== THE PROBLEM ==
From the listing below, extract each line containing the string "finest".

== RAW DATA ==
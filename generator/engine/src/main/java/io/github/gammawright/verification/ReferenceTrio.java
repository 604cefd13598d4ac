package io.github.gammawright.verification;

import io.github.gammawright.verification.reference.Real;
import io.github.gammawright.verification.reference.ReferenceEvaluator;
import io.github.gammawright.verification.reference.ReferencePoint;
import io.github.gammawright.verification.reference.ReferenceQuantity;
import java.util.ArrayList;
import java.util.List;

/**
 * The reference in several precisions: the one that is compared with; two finer ones that tell small values from rounding
 * where they should be zero; and that of doubles, which tells how much noise a zero may have in a kernel. All but the
 * first work only where they are needed.
 */
final class ReferenceTrio {

    private static final int MORE_DIGITS = 30;

    /** Two precisions agree on a value to better than this part of it, and on rounding never. */
    private static final double AGREES = 0.1;

    private final ReferenceEvaluator evaluator;
    private final ReferenceEvaluator finer;
    private final ReferenceEvaluator finest;
    private final ReferenceEvaluator plain;
    private ReferencePoint at;

    ReferenceTrio(ReferenceEvaluator evaluator) {
        this.evaluator = evaluator;
        this.finer = evaluator.finer(MORE_DIGITS);
        this.finest = evaluator.finer(2 * MORE_DIGITS);
        this.plain = ReferenceEvaluator.inDoublePrecision(evaluator.definition());
    }

    /** Goes to another point. */
    void moveTo(SamplePoint point) {
        at = evaluator.at(point.parameters(), point.coordinates());
    }

    /** Values and limits at the current point, with zeros in place of what is but rounding. */
    ReferencePoint.Conditioned conditioned(ReferenceQuantity quantity, SamplePoint point, double[][] inputs) {
        ReferencePoint.Conditioned conditioned = at.conditioned(quantity, inputs);
        double small = Math.pow(10, -evaluator.digits() / 2.0) * Math.max(1, largest(conditioned.values()));
        List<Integer> suspects = new ArrayList<>();
        for (int i = 0; i < conditioned.values().size(); i++) {
            Real value = conditioned.values().get(i);
            if (value.signum() != 0 && Math.abs(value.toDouble()) < small) {
                suspects.add(i);
            }
        }
        if (suspects.isEmpty()) {
            return conditioned;
        }
        List<Real> again = finer.at(point.parameters(), point.coordinates()).values(quantity, inputs);
        List<Real> values = new ArrayList<>(conditioned.values());
        List<Real> limits = new ArrayList<>(conditioned.limits());
        List<Real> decisive = null;
        for (int i : suspects) {
            if (agree(values.get(i), again.get(i))) {
                continue;
            }
            // What is all rounding in one precision can still be a value in the next ones, or rounding again.
            if (decisive == null) {
                decisive = finest.at(point.parameters(), point.coordinates()).values(quantity, inputs);
            }
            if (agree(again.get(i), decisive.get(i))) {
                values.set(i, decisive.get(i));
            } else {
                values.set(i, Real.ZERO);
                limits.set(i, Real.ZERO);
            }
        }
        return new ReferencePoint.Conditioned(List.copyOf(values), List.copyOf(limits));
    }

    private static boolean agree(Real coarse, Real fine) {
        double value = coarse.toDouble();
        return Math.abs(fine.toDouble() - value) <= AGREES * Math.abs(value);
    }

    /** The greatest error that a plain evaluation in doubles makes in a component. */
    double noise(ReferenceQuantity quantity, SamplePoint point, double[][] inputs) {
        List<Real> plainly = plain.at(point.parameters(), point.coordinates()).values(quantity, inputs);
        List<Real> exactly = at.values(quantity, inputs);
        double noise = 0;
        for (int i = 0; i < plainly.size(); i++) {
            double error = exactly.get(i).distanceTo(plainly.get(i).toDouble());
            noise = Double.isFinite(error) ? Math.max(noise, error) : noise;
        }
        return noise;
    }

    /** The greatest absolute value that is a finite double. */
    static double largest(List<Real> values) {
        double largest = 0;
        for (Real value : values) {
            double size = Math.abs(value.toDouble());
            largest = Double.isFinite(size) ? Math.max(largest, size) : largest;
        }
        return largest;
    }
}
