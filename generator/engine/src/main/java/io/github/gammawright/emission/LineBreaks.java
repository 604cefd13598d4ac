package io.github.gammawright.emission;

/** Breaks long statements before operators, as a person would. */
final class LineBreaks {

    /** Columns for a statement that is indented by eight. */
    private static final int WIDTH = 111;

    private static final String INDENT = "        ";

    private LineBreaks() {}

    /** The statement over as many lines as it takes; text that cannot be broken stays long. */
    static String wrap(String statement) {
        if (statement.length() <= WIDTH) {
            return statement;
        }
        StringBuilder lines = new StringBuilder();
        int start = 0;
        while (width(lines, start, statement) > WIDTH) {
            int room = WIDTH - (start == 0 ? 0 : INDENT.length());
            int at = breakBefore(statement, start, Math.min(start + room, statement.length() - 1));
            if (at < 0) {
                break;
            }
            lines.append(statement, start, at).append('\n').append(INDENT);
            start = at + 1;
        }
        return lines.append(statement, start, statement.length()).toString();
    }

    private static int width(StringBuilder lines, int start, String statement) {
        return statement.length() - start + (lines.isEmpty() ? 0 : INDENT.length());
    }

    /** The last blank in a range at which a line may end, the first after it if there is none, −1 without any. */
    private static int breakBefore(String statement, int from, int to) {
        for (int i = to; i > from; i--) {
            if (isBreak(statement, i)) {
                return i;
            }
        }
        for (int i = to + 1; i < statement.length(); i++) {
            if (isBreak(statement, i)) {
                return i;
            }
        }
        return -1;
    }

    private static boolean isBreak(String statement, int i) {
        if (statement.charAt(i) != ' ' || i + 2 >= statement.length()) {
            return false;
        }
        boolean beforeOperator = "+-*/&".indexOf(statement.charAt(i + 1)) >= 0 && statement.charAt(i + 2) != '=';
        return statement.charAt(i - 1) == ',' || beforeOperator;
    }
}
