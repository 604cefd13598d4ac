package io.github.gammawright.emission;

import io.github.gammawright.definition.Expression;
import java.math.BigDecimal;
import org.hipparchus.dfp.Dfp;
import org.hipparchus.dfp.DfpField;
import org.hipparchus.dfp.DfpMath;

/** The value of a parameter's default: computed in a hundred digits and rounded once. */
final class DefaultValue {

    private final DfpField field = new DfpField(100);

    private DefaultValue() {}

    /** The double nearest to the value of an expression without names; NaN where it has none. */
    static double of(Expression expression) {
        Dfp value = new DefaultValue().value(expression);
        if (value.isNaN()) {
            return Double.NaN;
        }
        return value.isInfinite() ? value.toDouble() : new BigDecimal(value.toString()).doubleValue();
    }

    private Dfp value(Expression expression) {
        if (expression instanceof Expression.Number number) {
            Dfp numerator = field.newDfp(number.value().getNumerator().toString());
            return numerator.divide(field.newDfp(number.value().getDenominator().toString()));
        }
        if (expression instanceof Expression.Pi) {
            return field.getPi();
        }
        if (expression instanceof Expression.Negation negation) {
            return value(negation.operand()).negate();
        }
        if (expression instanceof Expression.Binary binary) {
            Dfp left = value(binary.left());
            Dfp right = value(binary.right());
            return switch (binary.operator()) {
                case ADD -> left.add(right);
                case SUBTRACT -> left.subtract(right);
                case MULTIPLY -> left.multiply(right);
                case DIVIDE -> left.divide(right);
                case POWER -> power(left, right);
            };
        }
        if (expression instanceof Expression.Call call) {
            return call(call);
        }
        throw new IllegalArgumentException("a default that uses a name: " + expression);
    }

    private static Dfp power(Dfp base, Dfp exponent) {
        boolean small = exponent.rint().equals(exponent) && Math.abs(exponent.toDouble()) < 1e6;
        return small ? DfpMath.pow(base, (int) exponent.toDouble()) : DfpMath.pow(base, exponent);
    }

    private Dfp call(Expression.Call call) {
        Dfp x = value(call.arguments().get(0));
        return switch (call.function()) {
            case SIN -> x.sin();
            case COS -> x.cos();
            case TAN -> x.tan();
            case ASIN -> x.asin();
            case ACOS -> x.acos();
            case ATAN -> x.atan();
            case ATAN2 -> x.atan2(value(call.arguments().get(1)));
            case SINH -> x.sinh();
            case COSH -> x.cosh();
            case TANH -> x.tanh();
            case ASINH -> x.asinh();
            case ACOSH -> x.acosh();
            case ATANH -> x.atanh();
            case EXP -> x.exp();
            case LOG -> x.log();
            case SQRT -> x.sqrt();
            case ABS -> x.abs();
        };
    }
}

== RESPONSE TO THE EXERCISE ==
    private final ReferenceEvaluator finest;
        this.finest = evaluator.finer(2 * MORE_DIGITS);
                decisive = finest.at(point.parameters(), point.coordinates()).values(quantity, inputs);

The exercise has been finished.